- **DATA SUPPLIED**
# ------------------------------------------------------------------------------------------- inputs
def split_source(source):
    """(prediction, compare_result or None) from a Prediction or a :class:`ringshift.comparison.run.CompareResult`."""
    if hasattr(source, "comparison") and hasattr(source, "prediction"):
        return source.prediction, source
    if all(hasattr(source, a) for a in ("groups", "circuits", "structure")):
        return source, None
    raise InputError(f"expected a ringshift Prediction or CompareResult, got {type(source).__name__}", "source")


def spread_positions(x, min_gap: float) -> np.ndarray:
    """Move label positions apart until neighbours are at least ``min_gap`` apart.

    Parameters
    ----------
    x : array_like, shape (n,)
        Wanted positions (any unit).
    min_gap : float
        Smallest allowed distance between neighbours (same unit).

    Returns
    -------
    ndarray, shape (n,)
        Positions in the input order; clusters are spread symmetrically about their mean, so an
        isolated label stays where it was.
    """
    x = np.asarray(x, dtype=float).reshape(-1)
    if x.size < 2 or min_gap <= 0:
        return x.copy()
    order = np.argsort(x, kind="stable")
    xs = x[order]
    # merge overlapping clusters; each cluster is centred on the mean of its wanted positions
    clusters = [[k] for k in range(xs.size)]
    while True:
        pos = [np.mean(xs[c]) + (np.arange(len(c)) - (len(c) - 1) / 2) * min_gap for c in clusters]
        merged = False
        for k in range(len(clusters) - 1):
            if pos[k + 1][0] - pos[k][-1] < min_gap - 1e-12:
                clusters[k] = clusters[k] + clusters.pop(k + 1)
                merged = True
                break
        if not merged:
            break
    out = np.empty_like(xs)
    for c, p in zip(clusters, pos):
        out[c] = p
    res = np.empty_like(x)
    res[order] = out
    return res


# ---------------------------------------------------------------------------------------- spectrum
def _trace(peaklist, lo: float, hi: float):
    """(ppm, y normalised to 1, kind) of the observed or simulated trace inside [lo, hi]."""
    from ringshift.spectra.picking import simulate_spectrum

    spec = getattr(peaklist, "spectrum", None)
    if spec is not None:
        ppm = np.asarray(spec.ppm, dtype=float)
        y = np.asarray(spec.intensity, dtype=float)
        keep = (ppm >= lo) & (ppm <= hi)
        ppm, y = ppm[keep], y[keep]
        kind = "observed spectrum"
    else:
        mhz = peaklist.observe_mhz or 400.0
        sim = simulate_spectrum(peaklist.peaks, observe_mhz=mhz, linewidth_hz=2.5, points=12000, sw_ppm=(lo, hi))
        ppm, y = np.asarray(sim.ppm), np.asarray(sim.intensity)
        kind = "simulated from the peak list (2.5 Hz lines)"
    if ppm.size < 2:
        return ppm, y, kind
    top = float(np.max(y))
    y = y / top if top > 0 else y
    return _envelope(ppm, y, 2400) + (kind,)


def _envelope(ppm: np.ndarray, y: np.ndarray, nbins: int):
    """Min/max envelope per bin: keeps every peak apex while bounding the SVG path length."""
    if ppm.size <= 2 * nbins:
        return ppm, y
    edges = np.linspace(0, ppm.size, nbins + 1).astype(int)
    xs, ys = [], []
    for a, b in zip(edges[:-1], edges[1:]):
        seg = y[a:b]
        i, j = int(np.argmin(seg)), int(np.argmax(seg))
        for k in sorted({i, j}):
            xs.append(ppm[a + k])
            ys.append(seg[k])
    return np.array(xs), np.array(ys)


def _height_at(ppm, y, x):
    if ppm.size < 2:
        return 0.0
    order = np.argsort(ppm)
    near = np.abs(ppm - x) < 0.02
    return float(y[near].max()) if near.any() else float(np.interp(x, ppm[order], y[order]))


def spectrum_figure(source, peaklist=None, *, width_in: float = 8.0) -> Figure:
    """Observed (or simulated) ¹H spectrum with the predicted shifts drawn beneath it.

    Parameters
    ----------
    source : Prediction or CompareResult
        With a comparison, fitted and a priori predictions are drawn in two rows and each fitted
        position is joined to its assigned peak; unassigned, solvent and TMS peaks are marked.
    peaklist : ringshift.spectra.peaks.PeakList, optional
        Observed peaks (the comparison's own list by default). Its spectrum trace is drawn when it
        has one, otherwise a Lorentzian line spectrum simulated from the peaks. Without any peaks the
        predicted shifts are drawn as a stick spectrum (heights ∝ number of protons).
    width_in : float
        Figure width, inches.

    Returns
    -------
    matplotlib.figure.Figure
        One axes; x is δ in ppm, decreasing to the right.
    """
    pred, res = split_source(source)
    comp = res.comparison if res is not None else None
    if peaklist is None and res is not None:
        peaklist = res.peaks
    rows = []  # (label, fitted_ppm or None, prior_ppm, observed_ppm or None)
    if comp is not None:
        for ga in comp.assignment:
            rows.append((ga.label, ga.predicted_ppm, ga.prior_predicted_ppm, ga.observed_ppm, ga.n_h))
    else:
        rows = [(g.label, None, g.predicted_ppm, None, g.n_h) for g in pred.groups if g.predicted_ppm is not None]
    peaks = []  # (shift, kind, tag) kind in sample/unassigned/other
    if comp is not None:
        unassigned = set(comp.unassigned_peaks)
        for pk in comp.peaks:
            kind = "unassigned" if pk.index in unassigned else ("sample" if pk.kind == "sample" else "other")
            peaks.append((pk.shift_ppm, kind, _PEAK_TAG.get(pk.kind, pk.kind)))
    elif peaklist is not None:
        for pk in peaklist.peaks:
            peaks.append((pk.shift_ppm, "sample" if pk.kind == "sample" else "other", _PEAK_TAG.get(pk.kind, pk.kind)))
    xs = [v for r in rows for v in r[1:4] if v is not None] + [p[0] for p in peaks]
    if not xs:
        raise InputError("nothing to draw: the molecule has no hydrogens and no peaks were given", "source")
    lo, hi = min(xs) - 0.7, max(xs) + 0.7
    span = hi - lo
    gap = span * 0.17 / (0.86 * width_in)  # one rotated label (≈0.17 in) per gap
    with rc_context(STYLE):
        fig = Figure(figsize=(width_in, 4.6), layout="constrained")
        ax = fig.add_subplot()
        handles = []
        y_fit, y_prior, y_lab = -0.16, -0.34, -0.42
        if peaklist is not None:
            ppm, y, kind = _trace(peaklist, lo, hi)
            ax.plot(ppm, y, color=OBSERVED, lw=0.8, solid_joinstyle="round")
            handles.append(Line2D([], [], color=OBSERVED, lw=0.8, label=kind))
        else:
            ppm, y = np.zeros(0), np.zeros(0)
            nmax = max(r[4] for r in rows)
            for _lab, _, prior, _, nh in rows:
                ax.vlines(prior, 0, nh / nmax, color=PRIOR, lw=1.6)
            handles.append(Line2D([], [], color=PRIOR, lw=1.6, label="predicted stick spectrum (height = nH)"))
        ax.axhline(0, color=MUTED, lw=0.5, zorder=0)
        # observed peak labels above the apex
        if peaks:
            shifts = np.array([p[0] for p in peaks])
            top = np.array([_height_at(ppm, y, s) if peaklist is not None else 0.0 for s in shifts])
            lab_x = spread_positions(-shifts, gap) * -1
            for (s, kind, tag), h, lx in zip(peaks, top, lab_x):
                if kind == "sample":
                    text, col = _ppm2(s), INK
                elif kind == "unassigned":
                    text, col = f"{_ppm2(s)} unassigned", UNASSIGNED
                    ax.plot(s, h + 0.05, "x", color=UNASSIGNED, ms=6, mew=1.4)
                else:
                    text, col = f"{tag} {_ppm2(s)}", PRIOR
                    ax.plot(s, h + 0.05, "v", color=MUTED, mec=PRIOR, ms=5)
                ax.plot([s, s, lx], [h + 0.02, h + 0.09, h + 0.13], color=MUTED, lw=0.5)
                ax.text(lx, h + 0.14, text, rotation=90, ha="center", va="bottom", fontsize=7.5, color=col)
        # predicted rows beneath the baseline
        if comp is not None:
            for _lab, fit, prior, obs, _ in rows:
                ax.plot([prior, fit], [y_prior, y_fit], color=PRIOR, lw=0.6, ls=":")
                if obs is not None:
                    ax.plot([fit, obs], [y_fit, 0.0], color=FITTED, lw=0.8)
            ax.plot([r[1] for r in rows], [y_fit] * len(rows), "o", color=FITTED, ms=5.5, zorder=3)
            handles += [Line2D([], [], color=FITTED, marker="o", ls="-", lw=0.8, ms=5.5,
                               label="fitted, joined to its peak")]
        ax.plot([r[2] for r in rows], [y_prior] * len(rows), "D", mfc="white", mec=INK, ms=5, mew=0.9, zorder=3)
        handles.append(Line2D([], [], marker="D", mfc="white", mec=INK, ls="none", ms=5,
                              label="a priori" if comp is not None else "predicted"))
        if any(p[1] == "unassigned" for p in peaks):
            handles.append(Line2D([], [], marker="x", color=UNASSIGNED, ls="none", mew=1.4, label="unassigned peak"))
        if any(p[1] == "other" for p in peaks):
            handles.append(Line2D([], [], marker="v", color=MUTED, mec=PRIOR, ls="none",
                                  label="solvent / TMS / impurity"))
        prior_x = np.array([r[2] for r in rows])
        lab_x = -spread_positions(-prior_x, gap)
        for (lab, *_), px, lx in zip(rows, prior_x, lab_x):
            ax.plot([px, px, lx], [y_prior - 0.02, y_lab + 0.03, y_lab + 0.005], color=MUTED, lw=0.5)
            ax.text(lx, y_lab, lab, rotation=90, ha="center", va="top", fontsize=7.5, color=INK)
        ax.set_xlim(hi, lo)
        ax.set_ylim(y_lab - 0.2, 1.55)
        ax.set_yticks([y_fit, y_prior] if comp is not None else [y_prior],
                      ["fitted", "a priori"] if comp is not None else ["predicted"])
        ax.spines["left"].set_visible(False)
        ax.tick_params(axis="y", length=0)
        ax.set_xlabel("δ(¹H) (ppm)")
        name = pred.structure.name
        ax.set_title(f"¹H spectrum and predicted shifts: {name if len(name) <= 60 else name[:57] + '...'}")
        fig.legend(handles=handles, loc="outside lower center", ncol=min(5, len(handles)))
    return fig


# ----------------------------------------------------------------------------------- contributions
def contribution_rows(source) -> list[dict]:
    """Per-group parts of the predicted shift, ppm (the numbers behind :func:`contributions_figure`).

    Returns
    -------
    list of dict
        Keys: ``label``, ``n_h``, ``reference_ppm``, ``base_ppm`` (reference + class offset + charge
        term), ``ring_current_ppm`` (fitted when a comparison exists, else a priori),
        ``ring_current_prior_ppm``, ``interval_ppm`` (half-width: 1.96 × ring_current_sd_ppm of the fit,
        or the conformer spread without a fit), ``predicted_ppm``, ``observed_ppm`` (or None).
    """
    pred, res = split_source(source)
    prior = {g.label: g for g in pred.groups}
    out = []
    if res is not None:
        for ga in res.comparison.assignment:
            g = prior[ga.label]
            out.append(dict(label=ga.label, n_h=ga.n_h, reference_ppm=ga.reference_ppm,
                            base_ppm=ga.reference_ppm + ga.class_offset_ppm + ga.charge_ppm,
                            ring_current_ppm=ga.ring_current_ppm, ring_current_prior_ppm=g.ring_current_ppm,
                            interval_ppm=1.96 * ga.ring_current_sd_ppm, predicted_ppm=ga.predicted_ppm,
                            prior_predicted_ppm=ga.prior_predicted_ppm, observed_ppm=ga.observed_ppm))
    else:
        for g in pred.groups:
            out.append(dict(label=g.label, n_h=g.n_h, reference_ppm=g.reference_ppm,
                            base_ppm=g.reference_ppm + g.charge_ppm, ring_current_ppm=g.ring_current_ppm,
                            ring_current_prior_ppm=g.ring_current_ppm, interval_ppm=g.spread_ppm,
                            predicted_ppm=g.predicted_ppm, prior_predicted_ppm=g.predicted_ppm, observed_ppm=None))
    return out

- **DESCRIPTION OF THE TASK**
Would you please return every line in the listing where "marker" shows up?

- **EXERCISE SOLUTION**
            handles += [Line2D([], [], color=FITTED, marker="o", ls="-", lw=0.8, ms=5.5,
        handles.append(Line2D([], [], marker="D", mfc="white", mec=INK, ls="none", ms=5,
            handles.append(Line2D([], [], marker="x", color=UNASSIGNED, ls="none", mew=1.4, label="unassigned peak"))
            handles.append(Line2D([], [], marker="v", color=MUTED, mec=PRIOR, ls="none",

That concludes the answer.